Iterative prompt engineering for structured data extraction

Resources

GitHub URL	ravikanchikare/prompt-eng-code-lab
Models	Claude Sonnet 4.6 · Haiku 4.5
Platform	Amazon Bedrock · promptfoo
Pages	20 HTML review pages
Tasks	3 extraction stages

Overview

This project uses a test-driven approach to prompt engineering. Given 20 HTML review pages, the goal is to write system prompts that extract reviewer data into precise formats, then verify correctness against a ground-truth fixture.

Extraction tasks

Extract reviewer and rating as a two-column CSV.
Extract reviewer, rating, location, and sentiment as a four-column CSV.
Extract current and previous reviews into season-grouped JSON.

The fixture includes edge cases: missing ratings, zero ratings, decimals (3.5, 0.5, 4.5), unusual location formats, and boundary-line sentiments.

A recurring challenge was enforcing output format. LLMs tend to wrap output in markdown fences, invent extra columns, skip quoting, or normalize values. Each stage required increasingly explicit format rules to override these habits. Format enforcement turned out to be as important as the extraction logic itself.

Development Setup

The system forms a closed feedback loop: write the prompt, run it, validate the output, analyze failures, and refine.

Write

Author the next prompt revision in the system prompt file

Run

Execute the full fixture set against the chosen model

Validate

Check structure, rows, labels, and edge-value handling

Analyze

Look for recurring failure patterns instead of one-off misses

Refine

Change one layer at a time and rerun the loop

Loading diagram…

Two nested feedback loops drive the work:

Inner loop (prompt refinement) — edit, run, validate, analyze, refine. The analysis step is LLM-powered: Sonnet receives each failed page’s HTML alongside the expected and actual values, then suggests specific prompt edits.
Outer loop (fixture calibration) — when both models consistently produce the same “wrong” answer, the ground truth itself is re-examined.

Prompt Evolution: Stage by Stage

The three prompts build on each other. Each stage inherits the previous stage’s rules and adds one layer of complexity.

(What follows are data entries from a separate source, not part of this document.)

// `aftercue bridge`: streams a feed to an Aftercue server, from the synthetic generator
// (--profile) or from an EDF/EDF+/BDF recording (--replay), paced at --speed x real time.
// Protocol: docs/feed-protocol.md. The rig key may come from AFTERCUE_RIG_KEY instead of the
// command line (keeps it out of shell history and process listings).
import type { Command } from 'commander';
import { randomUUID } from 'node:crypto';
import { readFileSync } from 'node:fs';
import { hostname } from 'node:os';
import { edfToRecording, readEdf } from '../../shared/formats/edf';
import { FeedBridgeClient, type BridgeEvent, type BridgeStats } from '../../simulator/bridge-client';
import { runBridge } from '../../simulator/bridge-run';
import type { FeedSource } from '../../simulator/feed-items';
import { createSimulation } from '../../simulator/generator';
import { replaySource } from '../../simulator/replay';
import { simulatedSource } from '../../simulator/simulated-source';
import { readJsonFile } from './simulate';

export interface BridgeCommandOptions {
  profile?: string;
  replay?: string;
  server: string;
  rigKey?: string;
  rigId?: string;
  speed?: string;
  seconds?: string;
  classes?: string;
  chunkMs?: string;
  bufferSeconds?: string;
  seed?: string;
}

function num(text: string | undefined, name: string, fallback?: number): number | undefined {
  if (text === undefined) return fallback;
  const v = Number(text);
  if (!Number.isFinite(v) || v <= 0) throw new Error(`--${name} expects a positive number, got '${text}'`);
  return v;
}

function describe(e: BridgeEvent): string | null {
  switch (e.kind) {
    case 'connecting': return e.attempt === 0 ? `connecting to ${e.url}` : null;
    case 'connected': return `connected; server holds frames up to ${e.serverSeq}, sending from ${Math.max(e.resumeFromSeq, e.serverSeq + 1)}`;
    case 'disconnected': return `disconnected (${e.code}${e.reason ? ` ${e.reason}` : ''})${e.retryInMs !== null ? `, retrying in ${e.retryInMs} ms` : ''}`;
    case 'overflow': return `buffer full: gave up samples ${e.fromSample}..${e.toSample} (announced as a gap)`;
    case 'refused': return `refused by the server (${e.code}): ${e.reason}`;
    case 'acked': return null;
  }
}

export async function runBridgeCommand(o: BridgeCommandOptions, signal?: AbortSignal,
                                       log: (line: string) => void = (l) => process.stderr.write(`${l}\n`)): Promise<BridgeStats> {
  if ((o.profile === undefined) === (o.replay === undefined)) throw new Error('give exactly one of --profile FILE or --replay FILE.edf');
  const rigKey = o.rigKey ?? process.env.AFTERCUE_RIG_KEY;
  if (!rigKey) throw new Error('missing --rig-key (or AFTERCUE_RIG_KEY)');
  const seconds = num(o.seconds, 'seconds');
  let source: FeedSource;
  if (o.profile !== undefined) {
    if (o.classes) throw new Error('--classes applies to --replay only');
    const seed = o.seed === undefined ? undefined : Number(o.seed);
    source = simulatedSource(createSimulation(readJsonFile(o.profile), { seed }));
    if (seconds === undefined && !signal) throw new Error('--profile streams without end: give --seconds N (or stop it with Ctrl-C)');
  } else {
    const rec = edfToRecording(readEdf(new Uint8Array(readFileSync(o.replay!))));
    const classes = o.classes?.split(',').map((c) => c.trim()).filter((c) => c !== '');
    source = replaySource(rec, { classes });
  }
  const client = new FeedBridgeClient({
    serverUrl: o.server, rigKey,
    hello: { rigId: o.rigId ?? hostname(), bridgeSessionId: randomUUID(), sampleRateHz: source.sampleRateHz,
      startTime: new Date().toISOString(), channelNames: source.channelNames, units: source.units },
    maxBufferedSamples: Math.round(num(o.bufferSeconds, 'buffer-seconds', 60)! * source.sampleRateHz),
    onEvent: (e) => { const line = describe(e); if (line) log(line); },
  });
  const stats = await runBridge(source, client, {
    speed: num(o.speed, 'speed', 1), seconds, chunkMs: num(o.chunkMs, 'chunk-ms', 40), signal,
  });
  log(`done: ${stats.lastAckedSeq} frames acknowledged over ${stats.connections} connection(s)` +
    (stats.unackedFrames > 0 ? `, ${stats.unackedFrames} NOT acknowledged` : '') +
    (stats.overflowSamples > 0 ? `, ${stats.overflowSamples} samples lost to buffer overflow (announced)` : ''));
  return stats;
}

export function register(program: Command): void {
  program.command('bridge')
    .description('stream a feed to an Aftercue server: synthetic (--profile) or an EDF replay (--replay)')
    .option('--profile <file>', 'simulation profile (JSON) for the synthetic generator')
    .option('--replay <file.edf>', 'EDF/EDF+/BDF recording to replay, annotations as cues')
    .requiredOption('--server <url>', 'server base URL, e.g. http://localhost:5170')
    .option('--rig-key <key>', 'the rig key (default: $AFTERCUE_RIG_KEY)')
    .option('--rig-id <id>', 'rig name sent in the stream header (default: host name)')
    .option('--speed <x>', 'multiple of real time', '1')
    .option('--seconds <n>', 'stop after this many seconds of data')
    .option('--classes <list>', 'replay: annotation texts to send as cues, e.g. T1,T2 (default: all)')
    .option('--chunk-ms <ms>', 'chunk length', '40')
    .option('--buffer-seconds <s>', 'unacknowledged data kept through an outage before gaps are announced', '60')
    .option('--seed <n>', 'override the profile seed')
    .action(async (o: BridgeCommandOptions) => {
      const stop = new AbortController();
      const onSignal = () => stop.abort();
      process.once('SIGINT', onSignal);
      process.once('SIGTERM', onSignal);
      try {
        const stats = await runBridgeCommand(o, stop.signal);
        if (stats.unackedFrames > 0) process.exitCode = 2;
      } finally {
        process.off('SIGINT', onSignal);
        process.off('SIGTERM', onSignal);
      }
    });
}
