// `aftercue train`: nested cross-validation and the frozen decoder from EDF/BDF recordings.
// Writes the sealed decoder artifact (MODEL.json) and the training report (REPORT.json); a
// plain-text progress bar on stderr is updated in place with carriage returns.
import { COVARIANCE_MAPS, DEFAULT_COVARIANCE_MAP, type CovarianceMap } from '../../shared/decoder/recipes/covariance-map';
import { readFileSync, writeFileSync } from 'node:fs';
import { basename } from 'node:path';
import { InvalidArgumentError, type Command } from 'commander';
import { edfToRecording, readEdf } from '../../shared/formats/edf';
import { serialiseArtifact } from '../../shared/decoder/artifact';
import { RECIPE_NAMES, type RecipeName } from '../../shared/decoder/recipes';
import { trainDecoder, type TrainProgress } from '../../shared/decoder/train';
import type { Recording } from '../../shared/types';

/** Reads an EDF/EDF+/BDF file into a Recording (no size limit: the user chose the file). */
export function readRecording(file: string): Recording {
  return edfToRecording(readEdf(new Uint8Array(readFileSync(file)), { maxBytes: Number.MAX_SAFE_INTEGER }));
}

/** Parses "A,B" into two class names. */
export function parseClasses(text: string): [string, string] {
  const parts = text.split(',').map((s) => s.trim()).filter((s) => s.length > 0);
  if (parts.length !== 2) throw new InvalidArgumentError(`expected two class names like T1,T2, got '${text}'`);
  return [parts[0]!, parts[1]!];
}

function int(min: number) {
  return (v: string) => {
    const n = Number(v);
    if (!Number.isInteger(n) || n < min) throw new InvalidArgumentError(`expected an integer >= ${min}, got '${v}'`);
    return n;
  };
}

function num(v: string): number {
  const n = Number(v);
  if (!Number.isFinite(n)) throw new InvalidArgumentError(`expected a number, got '${v}'`);
  return n;
}

/** A one-line progress bar: "[#####-----]  50% cross-validation 5/10  12 s". */
export function progressLine(p: TrainProgress, elapsedS: number, width = 30): string {
  const frac = p.total > 0 ? Math.min(1, p.done / p.total) : 0;
  const filled = Math.round(frac * width);
  return `[${'#'.repeat(filled)}${'-'.repeat(width - filled)}] ${String(Math.round(frac * 100)).padStart(3)}% ` +
    `${p.phase} ${p.done}/${p.total}  ${elapsedS.toFixed(0)} s`;
}

interface TrainCliOptions {
  edf: string[]; classes: [string, string]; tmin: number; tmax: number; out: string; report: string;
  recipe: RecipeName; folds: number; inner: number; repeats: number; seed: number; components?: number;
  prior: boolean; baselines: boolean; covarianceMap?: CovarianceMap;
}

export function register(program: Command): void {
  program
    .command('train')
    .description('train a decoder: nested cross-validation, baselines on the same folds, and the frozen (sealed) decoder')
    .requiredOption('--edf <files...>', 'EDF/EDF+/BDF recordings with cue annotations (same channels and rate)')
    .requiredOption('--classes <A,B>', 'the two cue annotation texts, in class order', parseClasses)
    .requiredOption('--tmin <s>', 'epoch start relative to the cue, s', num)
    .requiredOption('--tmax <s>', 'epoch end relative to the cue, s (exclusive)', num)
    .requiredOption('--out <MODEL.json>', 'where to write the sealed decoder artifact')
    .requiredOption('--report <REPORT.json>', 'where to write the training report')
    .option('--recipe <name>', `decoding recipe: ${RECIPE_NAMES.join(' | ')}`, (v: string) => {
      if (!RECIPE_NAMES.includes(v as RecipeName)) throw new InvalidArgumentError(`expected ${RECIPE_NAMES.join(' or ')}, got '${v}'`);
      return v as RecipeName;
    }, 'component-tf')
    .option('--folds <k>', 'outer cross-validation folds', int(2), 10)
    .option('--inner <k>', 'inner folds for choosing lambda', int(2), 5)
    .option('--repeats <n>', 'repeats of the outer cross-validation with different seeds', int(1), 1)
    .option('--seed <n>', 'seed of the fold plans and ICA', int(0), 0)
    .option('--components <n>', 'ICA components (component-tf, default 15) or covariance rank (covariance, default: all channels)', int(1))
    .option('--no-prior', 'switch the component plausibility prior off (all w_k = 1)')
    .option('--covariance-map <map>', `covariance recipe's feature map: ${COVARIANCE_MAPS.join(' | ')} (default ${DEFAULT_COVARIANCE_MAP}; log = tangent space)`, (v: string) => {
      if (!COVARIANCE_MAPS.includes(v as CovarianceMap)) throw new InvalidArgumentError(`expected ${COVARIANCE_MAPS.join(' or ')}, got '${v}'`);
      return v as CovarianceMap;
    })
    .option('--no-baselines', 'skip the CSP + LDA and band power + logistic baselines')
    .action((o: TrainCliOptions) => {
      const recordings = o.edf.map(readRecording);
      const t0 = performance.now();
      const tty = process.stderr.isTTY === true;
      let last = 0;
      const { artifact, report } = trainDecoder(recordings, {
        recipe: o.recipe, classes: o.classes, tminS: o.tmin, tmaxS: o.tmax, folds: o.folds, inner: o.inner,
        repeats: o.repeats, seed: o.seed, prior: o.prior, baselines: o.baselines, sourceNames: o.edf.map((f) => basename(f)),
        ...(o.components !== undefined ? { components: o.components } : {}),
        ...(o.covarianceMap !== undefined ? { recipeOptions: { covarianceMap: o.covarianceMap } } : {}),
      }, (p) => {
        const now = performance.now();
        if (p.done !== p.total && now - last < 200) return;
        last = now;
        process.stderr.write(`\r${progressLine(p, (now - t0) / 1000)}${tty ? '' : '\n'}`);
      });
      process.stderr.write('\n');
      writeFileSync(o.out, serialiseArtifact(artifact));
      writeFileSync(o.report, `${JSON.stringify(report, null, 2)}\n`);
      const b = report.baselines;
      process.stderr.write(`${report.recipe}: nested CV accuracy ${report.nestedCvAccuracy.toFixed(3)} ` +
        `(95% ${report.wilson95.map((v) => v.toFixed(3)).join('-')}, chance threshold ${report.chanceThreshold95.toFixed(3)}) on ${report.trials} trials` +
        (b ? `; CSP+LDA ${b.cspLda.accuracy.toFixed(3)}, band power+logistic ${b.bandpowerLogreg.accuracy.toFixed(3)}` : '') +
        `\nmodel ${o.out} (sha256 ${artifact.sha256}), report ${o.report}\n`);
    });
}
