def cubical_pairs(g, conn, boundary):
    valid = [v for v in g.values if v is not None]
    lo, big = min(valid) - 1, max(valid) + 1000
    w, h = g.w, g.h
    hole = lo if boundary == "open" else big  # open: nodata cells are outlets
    grid = [[hole if g.values[r * w + c] is None else g.values[r * w + c]
             for c in range(w)] for r in range(h)]
    if boundary == "open":
        grid = [[lo] * (w + 2)] + [[lo] + row + [lo] for row in grid] + [[lo] * (w + 2)]
        w, h = w + 2, h + 2
    wx, wy = g.wrap_x, g.wrap_y
    if conn == 8:
        cells, dw, dh = grid, w, h
    else:
        dw = 2 * w if wx else 2 * w - 1
        dh = 2 * h if wy else 2 * h - 1
        cells = [[max(grid[(j // 2 + dj) % h][(i // 2 + di) % w]
                      for dj in range(1 + j % 2) for di in range(1 + i % 2))
                  for i in range(dw)] for j in range(dh)]
    flat = [float(v) for row in cells for v in row]  # first dimension (x) fastest
    if wx or wy:
        cc = gudhi.PeriodicCubicalComplex(dimensions=[dw, dh], top_dimensional_cells=flat,
                                          periodic_dimensions=[wx, wy])
    else:
        cc = gudhi.CubicalComplex(dimensions=[dw, dh], top_dimensional_cells=flat)
    cc.compute_persistence(homology_coeff_field=FIELD, min_persistence=-1)
    out = {}
    for d in (0, 1):
        iv = cc.persistence_intervals_in_dimension(d)
        out[d] = sorted([num(b), num(e)] for b, e in (iv if len(iv) else [])
                        if not math.isinf(e) and e - b > 0 and b != lo and e != big)
    return out


def cross_check(case):
    conn, bnd = case["connectivity"], case["boundary"]
    if conn == 6:
        return None
    g = Grid(case["width"], case["height"], case["values"], bnd)
    cp = cubical_pairs(g, conn, bnd)
    mine = {0: case["pairs0"], 1: case["pairs1"]}
    ok = cp[0] == mine[0] and cp[1] == mine[1]
    assert ok, "cubical cross-check failed for %s: %s vs %s / %s vs %s" % (
        case["name"], cp[0], mine[0], cp[1], mine[1])
    return True


# ---------------------------------------------------------------------------
# test grids (our own synthetic arrays)
# ---------------------------------------------------------------------------

def random_ties(seed, w, h):
    rs = np.random.RandomState(seed)
    return [int(v) for v in rs.randint(0, 6, size=(h, w)).ravel()]


def plateaus(seed, w, h):
    """Coarse random 3x3 blocks (large flat areas) with a few single-cell bumps."""
    rs = np.random.RandomState(seed)
    coarse = rs.randint(0, 6, size=((h + 2) // 3, (w + 2) // 3))
    fine = np.kron(coarse, np.ones((3, 3), dtype=int))[:h, :w].copy()
    for _ in range(max(1, (w * h) // 20)):
        c, r = rs.randint(0, w), rs.randint(0, h)
        fine[r, c] += rs.choice([-1, 1])
    return [int(v) for v in fine.ravel()]


def with_nodata(seed, w, h, holes):
    vals = random_ties(seed, w, h)
    for c, r in holes:
        vals[r * w + c] = None
    return vals


# 10x9: an edge cell, a corner cell, an interior L-shaped hole and a single
# interior cell; their omega-adjacent rings touch each other and the grid edge.
HOLES_JOINED = ((0, 3), (9, 8), (4, 3), (5, 3), (4, 4), (7, 6))
# 12x12: an edge cell, a corner cell, an interior L-shaped hole and a single
# interior cell whose rings of neighbours are pairwise apart and apart from
# the edge ring. With an open boundary each interior hole adds an essential
# 1-cycle (outside -> grid edge -> hole -> outside), in both layouts.
HOLES_ISOLATED = ((0, 3), (11, 0), (4, 3), (5, 3), (4, 4), (8, 8))


def sinsin(n):
    vals = []
    for r in range(n):
        for c in range(n):
            x = 2 * math.pi * c / n
            y = 2 * math.pi * r / n
            vals.append(float(np.sin(x) * np.sin(y)))
    return vals


# Euler characteristic of the analysed complex: rectangle 1, rectangle with its
# outlets identified to one outside vertex (sphere) 2, torus and cylinder 0;
# each interior nodata hole lowers a closed rectangle by 1; with an open
# boundary every nodata region not touching the grid edge is an outlet region
# of its own, and identifying it with the others adds a loop (lowers chi by 1).
PLAIN_CHI = {"open": 2, "closed": 1, "periodic": 0, "periodic-x": 0, "periodic-y": 0}
NODATA_CHI = {("joined", "open"): 0, ("joined", "closed"): -1,
              ("isolated", "open"): 0, ("isolated", "closed"): -1}


def case_list():
    cases = []
    # sizes: width != height to catch row/column mix-ups; wrapped dims >= 4
    sizes = {"open": (9, 7), "closed": (8, 10), "periodic": (7, 6),
             "periodic-x": (6, 9), "periodic-y": (10, 5)}
    seed = 1000
    for conn in (8, 6, 4):
        for bnd in BOUNDARIES:
            w, h = sizes[bnd]
            seed += 1
            cases.append(("ties-c%d-%s" % (conn, bnd), w, h, random_ties(seed, w, h), conn, bnd,
                          PLAIN_CHI[bnd]))
            seed += 1
            pw, ph = w + 2, h + 1
            cases.append(("plateau-c%d-%s" % (conn, bnd), pw, ph, plateaus(seed, pw, ph), conn, bnd,
                          PLAIN_CHI[bnd]))
            if bnd in ("open", "closed"):
                seed += 1
                cases.append(("nodata-joined-c%d-%s" % (conn, bnd), 10, 9,
                              with_nodata(seed, 10, 9, HOLES_JOINED), conn, bnd,
                              NODATA_CHI["joined", bnd]))
                seed += 1
                cases.append(("nodata-isolated-c%d-%s" % (conn, bnd), 12, 12,
                              with_nodata(seed, 12, 12, HOLES_ISOLATED), conn, bnd,
                              NODATA_CHI["isolated", bnd]))
        # a constant grid: everything tied, no finite pair survives
        cases.append(("constant-c%d-open" % conn, 5, 4, [3] * 20, conn, "open", 2))
    for conn in (8, 6, 4):
        cases.append(("sinsin16-c%d-periodic" % conn, 16, 16, sinsin(16), conn, "periodic", 0))
    return cases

Consistent core: `<role>` and `<task>`

The <role> stays nearly identical across all stages — a one-line persona anchoring the model as a data extraction expert. The <task> is the part that changes. Here are all three variants:

Basic Table

Stage 1

Two fields, one CSV format. The simplest version establishes the current-review scope and the reviewer/rating extraction contract.

<role>
You are a data extraction expert extracting review data from HTML pages.
</role>

<task>
Extract the main current review from each page. Return raw CSV with columns `reviewer,rating`.
</task>

"Main current review" tells the model to skip any previous-review content on the page.

Extended Table

Stage 2

The same role carries forward, while the task expands the required field set to prevent invented or dropped columns.

<role>
You are a data extraction expert extracting review data from HTML pages.
</role>

<task>
Extract the main current review from each page. Return raw CSV with columns `reviewer,rating,location,sentiment`.
</task>

Listing all four columns explicitly made the output contract harder to reinterpret.

JSON

Stage 3

The role now names structured JSON up front, and the task shifts from a column list to a schema-driven structure.

<role>
You are a data extraction expert extracting review data from HTML pages into structured JSON.
</role>

<task>
Extract the main current review from each page. Return JSON grouped by season under a `reviews` key.
</task>

The JSON output shape is defined by the schema section, not by CSV column names.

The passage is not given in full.